Stored items:
* * * * * * * * *

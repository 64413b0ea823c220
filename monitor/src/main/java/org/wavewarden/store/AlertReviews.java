package org.wavewarden.store;

import org.jdbi.v3.core.Handle;
import org.jdbi.v3.core.Jdbi;
import org.wavewarden.config.Identifiers;
import org.wavewarden.config.MuteRule;
import org.wavewarden.judge.FindingKind;
import org.wavewarden.review.AlertState;
import org.wavewarden.review.AlertView;
import org.wavewarden.review.CreationDecision;
import org.wavewarden.review.ReviewAction;
import org.wavewarden.review.ReviewEntry;
import org.wavewarden.review.ReviewException;
import org.wavewarden.review.ReviewReason;

import java.sql.ResultSet;
import java.sql.SQLException;
import java.time.Clock;
import java.time.LocalDate;
import java.time.OffsetDateTime;
import java.time.ZoneOffset;
import java.util.Arrays;
import java.util.Collection;
import java.util.HashMap;
import java.util.List;
import java.util.Map;
import java.util.Optional;
import java.util.regex.Matcher;
import java.util.regex.Pattern;
import java.util.stream.Collectors;
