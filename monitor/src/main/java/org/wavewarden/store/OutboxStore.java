package org.wavewarden.store;

import org.jdbi.v3.core.Handle;
import org.jdbi.v3.core.Jdbi;
import org.jdbi.v3.core.statement.PreparedBatch;
import org.wavewarden.config.Identifiers;
import org.wavewarden.deliver.Alert;
import org.wavewarden.deliver.sink.AlertMessage;
import org.wavewarden.judge.Finding;
import org.wavewarden.judge.FindingKind;

import java.nio.file.Path;
import java.time.Instant;
import java.time.OffsetDateTime;
import java.time.ZoneOffset;
import java.util.Arrays;
import java.util.List;
import java.util.Optional;
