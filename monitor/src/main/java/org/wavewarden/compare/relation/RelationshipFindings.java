package org.wavewarden.compare.relation;

import org.wavewarden.compare.Comparison;
import org.wavewarden.compare.Thresholds;
import org.wavewarden.config.RelationshipConfig;
import org.wavewarden.config.VariableConfig;
import org.wavewarden.judge.Finding;
import org.wavewarden.judge.FindingKind;
import org.wavewarden.profile.Binning;
import org.wavewarden.profile.ColumnTally;
import org.wavewarden.profile.JointTally;
import org.wavewarden.profile.RelativeBins;
import org.wavewarden.profile.WaveProfile;
import org.wavewarden.missing.ScreenedWave;
import org.wavewarden.missing.ValidNumber;
import org.wavewarden.missing.ScreenedVariable;

import java.util.ArrayList;
import java.util.HashSet;
import java.util.List;
import java.util.Optional;
import java.util.Set;

/**
 * Relationship drift for a dataset's configured pairs: each wave's joint tally, rid of the pairs where either
 * answer is missing as the variable's own screen decides ({@link ScreenedWave}: codebook codes, confident
 * disguised missing values, values outside the declared range, values that are not numbers), compared between the
 * waves by {@link RelationshipChange}. The comparisons join the run's false-discovery-rate family; pairs that
 * cannot be compared get a SKIPPED finding saying why.
 */
public final class RelationshipFindings {

    private static final org.slf4j.Logger LOG = org.slf4j.LoggerFactory.getLogger(RelationshipFindings.class);

    private RelationshipFindings() {
    }

    /** Comparisons and skip notices of every configured relationship; nothing for a first wave. */
    public static void of(List<RelationshipConfig> relationships, WaveProfile current, WaveProfile baseline,
                          ScreenedWave screenedCurrent, ScreenedWave screenedBaseline, double confidence,
                          List<Comparison> comparisons, List<Finding> plain) {
        if (baseline == null) {
            return;
        }
        for (RelationshipConfig r : relationships) {
            try {
                String why = compare(r, current, baseline, screenedCurrent, screenedBaseline, confidence, comparisons);
                if (why != null) {
                    plain.add(Finding.dataQuality(r.label(), FindingKind.SKIPPED, null, null,
                            "Not compared: " + why + ".", null));
                }
            } catch (RuntimeException e) {
                // A value no method foresaw must cost one relationship its comparison, never the whole run.
                LOG.warn("relationship {} of wave {} could not be compared: {}", r.label(), current.wave(),
                        e.toString());
                plain.add(Finding.dataQuality(r.label(), FindingKind.SKIPPED, null, null, "Not compared: the"
                        + " answers could not be analysed (" + e.getClass().getSimpleName() + ": "
                        + String.valueOf(e.getMessage()).lines().findFirst().orElse("") + ").", null));
            }
        }
    }

    /** Adds the relationship's comparison, or returns why there is none. */
    private static String compare(RelationshipConfig r, WaveProfile current, WaveProfile baseline,
                                  ScreenedWave screenedCurrent, ScreenedWave screenedBaseline, double confidence,
                                  List<Comparison> comparisons) {
        VariableConfig vx = screenedCurrent.variable(r.x()).orElse(null);
        VariableConfig vy = screenedCurrent.variable(r.y()).orElse(null);
        Optional<JointTally> c = current.pair(r.x(), r.y());
        if (vx == null || vy == null || c.isEmpty()) {
            return (vx == null ? r.x() : r.y()) + " is not a monitored number in this wave";
        }
        Optional<JointTally> b = baseline.pair(r.x(), r.y());
        if (b.isEmpty()) {
            return "the baseline's summary holds no pairs of " + r.x() + " and " + r.y();
        }
        JointTally cs = screened(c.get(), screenedCurrent);
        JointTally bs = screened(b.get(), screenedBaseline);
        double threshold = r.threshold() != null ? r.threshold() : Thresholds.CORRELATION_DIFFERENCE;
        String source = r.threshold() != null ? "configured " + r.threshold() + " on the difference of Spearman rho"
                : "default " + Thresholds.CORRELATION_DIFFERENCE + " for the difference of Spearman rho (common"
                + " practice, no source)";
        RelationshipChange.Outcome o = RelationshipChange.compare(r.label(), bs, cs, threshold, source, confidence,
                b.get().pairCount() - bs.pairCount(), c.get().pairCount() - cs.pairCount());
        if (o.comparison() == null) {
            return o.notCompared();
        }
        comparisons.add(o.comparison());
        return null;
    }

    /** The pairs of one wave whose two answers the variables' screens, on that wave's column tallies, both keep. */
    public static JointTally screened(JointTally t, ScreenedWave wave) {
        Exclusion ex = Exclusion.of(wave, t.x(), t.binning());
        Exclusion ey = Exclusion.of(wave, t.y(), t.binning());
        double[] xs = t.xs();
        double[] ys = t.ys();
        long[] n = t.counts();
        int kept = 0;
        for (int i = 0; i < n.length; i++) {
            if (!ex.excludes(xs[i]) && !ey.excludes(ys[i])) {
                xs[kept] = xs[i];
                ys[kept] = ys[i];
                n[kept] = n[i];
                kept++;
            }
        }
        return new JointTally(t.x(), t.y(), java.util.Arrays.copyOf(xs, kept), java.util.Arrays.copyOf(ys, kept),
                java.util.Arrays.copyOf(n, kept), t.binning());
    }

    /**
     * What one variable's screen leaves out, as numbers. Where the pairs or the column are summarised, a value is
     * left out when it shares a bin with an excluded value at the coarser of the two levels: the summary cannot tell
     * them apart (code-like values such as -9 or 999 are never binned, so they match exactly).
     */
    record Exclusion(Set<Double> values, int level, ValidNumber rule) {

        static Exclusion of(ScreenedWave wave, String column, Binning pairs) {
            int level = -1;
            Set<Double> values = new HashSet<>();
            ColumnTally tally = wave.tally(column);
            ScreenedVariable s = tally == null ? null : wave.get(column).orElse(null);
            if (s != null) {
                level = pairs.coarser(tally.binning()).level();
                List<String> out = new ArrayList<>(s.excludedValues());
                out.addAll(s.invalid().keySet());
                for (String text : out) {
                    Double d = ValidNumber.parse(text);
                    if (d != null) {
                        values.add(bin(d, level));
                    }
                }
            }
            return new Exclusion(values, level, wave.variable(column).map(ValidNumber::of).orElse(null));
        }

        boolean excludes(double x) {
            return (rule != null && rule.outside(x)) || values.contains(bin(x, level));
        }

        private static double bin(double x, int level) {
            return level < 0 ? (x == 0 ? 0.0 : x) : RelativeBins.binnedValue(x, level);
        }
    }
}
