@pytest.mark.parametrize("scale", [1e-12, 1.0, 1e12])
def test_extreme_magnitudes_give_the_same_relative_results(scale):
    # same data in units 1e-12 and 1e12 times larger: relative results must agree to 1e-9
    x = np.repeat([1.0, 2, 5, 10, 20], 3)
    y = 0.1 + 3.0 * x + np.random.default_rng(2).normal(0, 0.05, x.size)
    ref = analyse_calibration(x, y, weighting="1/x")
    res = analyse_calibration(x * scale, y * scale, weighting="1/x")
    assert res.fit.coefficients["slope"].estimate == pytest.approx(ref.fit.coefficients["slope"].estimate, rel=1e-9)
    assert res.fit.residual_sd == pytest.approx(ref.fit.residual_sd * scale, rel=1e-9)
    assert res.lack_of_fit.statistic == pytest.approx(ref.lack_of_fit.statistic, rel=1e-7)
    assert res.normality.statistic == pytest.approx(ref.normality.statistic, rel=1e-7)
    q_ref, q = quantify(ref.fit, "s", [30.0]), quantify(res.fit, "s", [30.0 * scale])
    assert q.concentration == pytest.approx(q_ref.concentration * scale, rel=1e-9)
    assert q.std_error == pytest.approx(q_ref.std_error * scale, rel=1e-8)
    assert [b.deviation_pct for b in res.back_calculated] == pytest.approx(
        [b.deviation_pct for b in ref.back_calculated], rel=1e-7, abs=1e-9)


def test_very_unbalanced_precision(make_study, outside):
    rows = ["level,series,found"]
    sizes = {"d1": 12, "d2": 2, "d3": 3}
    rng = np.random.default_rng(4)
    for s, n in sizes.items():
        rows += [f"5,{s},{5 + rng.normal(0, 0.05):.4f}" for _ in range(n)]
    study = make_study(CALIB_PREC, {"calibration.csv": CAL_OK, "p.csv": "\n".join(rows) + "\n"})
    assert main(["run", str(study), "--out", str(outside / "o"), "--format", "json"]) == 0
    lv = json.loads((outside / "o" / "results.json").read_text())["analytes"][0]["precision"]["levels"][0]
    n0 = (17 - (144 + 4 + 9) / 17) / 2          # ISO 5725-2 n0, hand arithmetic
    assert lv["n0"] == pytest.approx(n0)
    assert lv["n"] == 17 and lv["series"] == 3
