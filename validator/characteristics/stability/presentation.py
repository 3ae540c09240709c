"""Sentences for stability, from its results.json entry."""

from __future__ import annotations

from ...report.text import fmt, level_label

__all__ = ["sentences", "figures"]


def sentences(entry: dict, reading) -> dict:
    out = {}
    for i, c in enumerate(entry["conditions"]):
        s = c["result"]
        head = f"{c['condition']} at {fmt(c['nominal'])} {reading.unit}"
        if s["deviation_percent"] is None:
            out[f"condition_{i}"] = f"{head}: no deviation: {s['reason']}."
            continue
        ci = "" if s["interval"] is None else (f" ({level_label(s['interval_level'])} CI {fmt(s['interval'][0], 3)} to "
                                               f"{fmt(s['interval'][1], 3)} %)")
        word = {True: "stable", False: "NOT shown stable", None: "not judged"}[s["passed"]]
        out[f"condition_{i}"] = (f"{head}: mean {fmt(s['deviation_percent'], 3)} % from {s['reference']}{ci}; "
                                 f"{word} against ±{fmt(s['limit_percent'])} %"
                                 + (f" ({s['reason']})." if s["passed"] is None and s["reason"] else "."))
    return out


def figures(entry: dict, reading) -> dict:
    return {}
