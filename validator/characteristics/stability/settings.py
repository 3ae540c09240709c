"""The ``[stability]`` section (ICH M10) and its data file.

```toml
[stability]
data = "stability.csv"   # columns condition (e.g. "bench-top 24 h", "3 freeze-thaw cycles"), nominal, found;
                         # optional analyte. With reference = "fresh", rows with condition "fresh" are the
                         # freshly prepared comparison samples of their nominal level.
```
"""

from __future__ import annotations

from dataclasses import dataclass, field
from typing import ClassVar, Literal, Optional

import numpy as np
from pydantic import Field

from ...inputs.study import DataPath, _Section

__all__ = ["StabilitySection", "StabilityData", "load", "FRESH"]

FRESH = "fresh"


class StabilitySection(_Section):
    OPTIONAL_TABLE: ClassVar[bool] = True
    data: Optional[DataPath] = None       # required unless [[runs]] give the data (left out with [[runs]]: the QC injections that have a condition)
    reference: Literal["nominal", "fresh"] = "nominal"
    limit_pct: float = Field(15.0, gt=0, le=100)
    judged_on: Literal["estimate", "interval"] = "estimate"
    min_replicates: int = Field(3, ge=2, le=10000)


@dataclass(frozen=True)
class StabilityData:
    conditions: tuple[str, ...]
    nominal: np.ndarray = field(repr=False)
    found: np.ndarray = field(repr=False)


def load(reader, settings: StabilitySection, analytes: dict) -> dict:
    """``{analyte: StabilityData}``; with ``reference = "fresh"`` each nominal level needs fresh rows."""
    if settings.data is None:          # the QC injections of [[runs]] give the data (characteristics.runs)
        return {}
    from ...errors import DataError
    from ...inputs.sector_names import one_spelling, slug
    from ...inputs.sector_tables import labels, numbers, positive, read_rows

    table, rows = read_rows(reader, "stability", settings.data, ("condition", "nominal", "found"), (), analytes,
                            "stability result")
    conditions = labels(table, "condition", "")
    nominal, found = numbers(reader, table, "nominal"), numbers(reader, table, "found")
    positive(table, "nominal", nominal)
    out = {}
    for name, idx in rows.items():
        # each condition names criterion ids stability-<slug>-<nominal>: one spelling per slug
        one_spelling(table, "condition", conditions, idx, key=slug,
                     how="differ only in letter case or punctuation and would give one criterion id")
        if settings.reference == "fresh":
            for i in idx:
                if not any(conditions[j].casefold() == FRESH and nominal[j] == nominal[i] for j in idx):
                    raise DataError(f'reference = "fresh" but nominal {nominal[i]:g} has no "{FRESH}" rows to compare '
                                    "with", file=table.path, row=table.rows[i], column="nominal", value=nominal[i])
        out[name] = StabilityData(tuple(conditions[i] for i in idx), nominal[idx], found[idx])
    return out
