def _filled(table, column: str) -> tuple[list[int], object]:
    """The positions of the non-empty cells of ``column``, and ``table`` restricted to them (row numbers
    kept): an optional field is read, and checked, only where it is given."""
    given = [i for i, cell in enumerate(table.columns[column]) if cell.strip() != ""]
    return given, _subset(table, given)


def _optional_names(table, column: str | None) -> list[str]:
    """The names of an optional column (lot, condition) per row, as :meth:`texts` reads names; ``""`` where
    the cell is empty, and on every row when the column is not mapped or not in this export."""
    names = [""] * len(table)
    if column and table.has(column):
        given, filled = _filled(table, column)
        for i, text in zip(given, filled.texts(column, MAX_NAME_LENGTH)):
            names[i] = text.strip()
    return names


def _optional_numbers(table, column: str | None) -> list:
    """The numbers of an optional column (level, dilution; an internal standard area may be left empty on a
    blank) per row, within the magnitudes the statistics compute with; None where the cell is empty, and on
    every row when the column is not mapped or not in this export."""
    values = [None] * len(table)
    if column and table.has(column):
        given, filled = _filled(table, column)
        for i, value in zip(given, filled.numbers(column)):
            values[i] = value
        _within_magnitudes(table, column, [values[i] for i in given], [table.rows[i] for i in given])
    return values


def _within_magnitudes(table, column: str, values, rows) -> None:
    """Refuse a number of a run export beyond the magnitudes the statistics compute with (as
    :func:`validator.inputs.loading.numeric_column` does for the other tables): an instrument's overflow
    value or a mistyped exponent is an input error naming its cell, never an internal one later on."""
    i = first_out_of_range(values)
    if i is not None:
        raise _error(table, f"{column} {values[i]:g} is outside the magnitudes validator can compute with "
                     f"(non-zero values from {1 / MAGNITUDE_LIMIT:g} to {MAGNITUDE_LIMIT:g}, so that squares and "
                     "products of the data stay finite); check the cell or rescale the unit", row=rows[i],
                     column=column, value=values[i])


def _check_low_levels(own, cfg) -> None:
    """The level of a low_level injection is optional, but for all of an analyte's or none: one empty cell
    among given levels would silently drop the MDL's spike level (and its check) or the LoQ's nominal
    values for the whole analyte."""
    low = [i for i in own if i.type == "low_level"]
    given = next((i for i in low if i.level is not None), None)
    empty = next((i for i in low if i.level is None), None)
    if given is not None and empty is not None:
        from .study import ColumnsSection

        column = (cfg.columns or ColumnsSection()).level or "level"
        raise DataError(f'low_level injection "{show(empty.sample)}" of analyte "{show(empty.analyte)}" has no level, '
                        f'but "{show(given.sample)}" ({show(given.file)} row {given.row}) has {given.level:g}: give the '
                        "level (the spike level) on every low_level injection of the analyte, or on none",
                        file=empty.file, row=empty.row, column=column)


def _check_labels(injections, study: str) -> None:
    """A run label belongs to one export, and a run is measured on one day."""
    where, day = {}, {}
    for inj in injections:
        first = where.setdefault(inj.run, (inj.file, inj.sheet, inj.row))
        if first[:2] != (inj.file, inj.sheet):
            raise DataError(f'run "{show(inj.run)}" appears in two exports ({show(first[0])} row {first[2]}); '
                            "give each run its own label", file=inj.file, row=inj.row)
        d = day.setdefault(inj.run, (inj.day, inj.row))
        if d[0] != inj.day:
            raise DataError(f'run "{show(inj.run)}" has day "{show(inj.day)}" here but "{show(d[0])}" at row {d[1]}; '
                            "a run is measured on one day", file=inj.file, row=inj.row, value=inj.day)


def _check_spellings(injections) -> None:
    """One spelling per run, day and sample: labels differing only in letter case or spacing ("B1" and
    "b1") would silently be two runs (another precision series), two days or two samples."""
    from .sample_ids import spelling_variant

    samples = [inj for inj in injections if inj.type == "sample"]
    for what, group, label in (("run", injections, lambda inj: inj.run), ("day", injections, lambda inj: inj.day),
                               ("sample id", samples, lambda inj: inj.sample)):
        labels = [label(inj) for inj in group]
        clash = spelling_variant(labels)
        if clash is not None:
            first, inj = group[clash[0]], group[clash[1]]
            where = f"row {first.row}" if first.file == inj.file else f"{show(first.file)} row {first.row}"
            raise DataError(f'{what} "{show(labels[clash[1]])}" differs only in letter case or spacing from '
                            f'{what} "{show(labels[clash[0]])}" ({where}): they would count as two; write one '
                            "spelling", file=inj.file, row=inj.row, value=labels[clash[1]])


def by_analyte(injections) -> dict:
    """``{analyte: tuple of its injections}``, analytes in order of first appearance."""
    out: dict = {}
    for inj in injections:
        out.setdefault(inj.analyte, []).append(inj)
    return {name: tuple(v) for name, v in out.items()}


def check_run_calibrations(injections, *, needed: int, pooled: bool) -> None:
    """Every run whose injections are quantified has a calibration of ``needed`` levels or more.

    With ``pooled``, the calibrators of all runs together must have them.
    """
    levels: dict = {}
    first: dict = {}
    for inj in injections:
        first.setdefault(inj.run, inj)
        if inj.type == "calibrator":
            levels.setdefault("" if pooled else inj.run, set()).add(inj.level)
    if pooled:
        have = len(levels.get("", ()))
        if have < needed:
            inj = injections[0]
            raise DataError(f'analyte "{show(inj.analyte)}" has {have} calibrator level(s) over all runs; at least '
                            f"{needed} are needed for this model", file=inj.file)
        return
    for run, inj in first.items():
        have = len(levels.get(run, ()))
        if have < needed:
            raise DataError(f'run "{show(run)}" has {have} calibrator level(s) for analyte "{show(inj.analyte)}"; '
                            f"at least {needed} are needed for this model to quantify the run's injections "
                            '(or quantify with a pooled calibration: [calibration] quantify_with = "pooled")',
                            file=inj.file, row=inj.row)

* * * * * * * * *

- Required work
Look over the entries for "positive", then copy every line that includes that string.

- Output of the exercise
    from ...inputs.sector_tables import labels, numbers, positive, read_rows
    positive(table, "nominal", nominal)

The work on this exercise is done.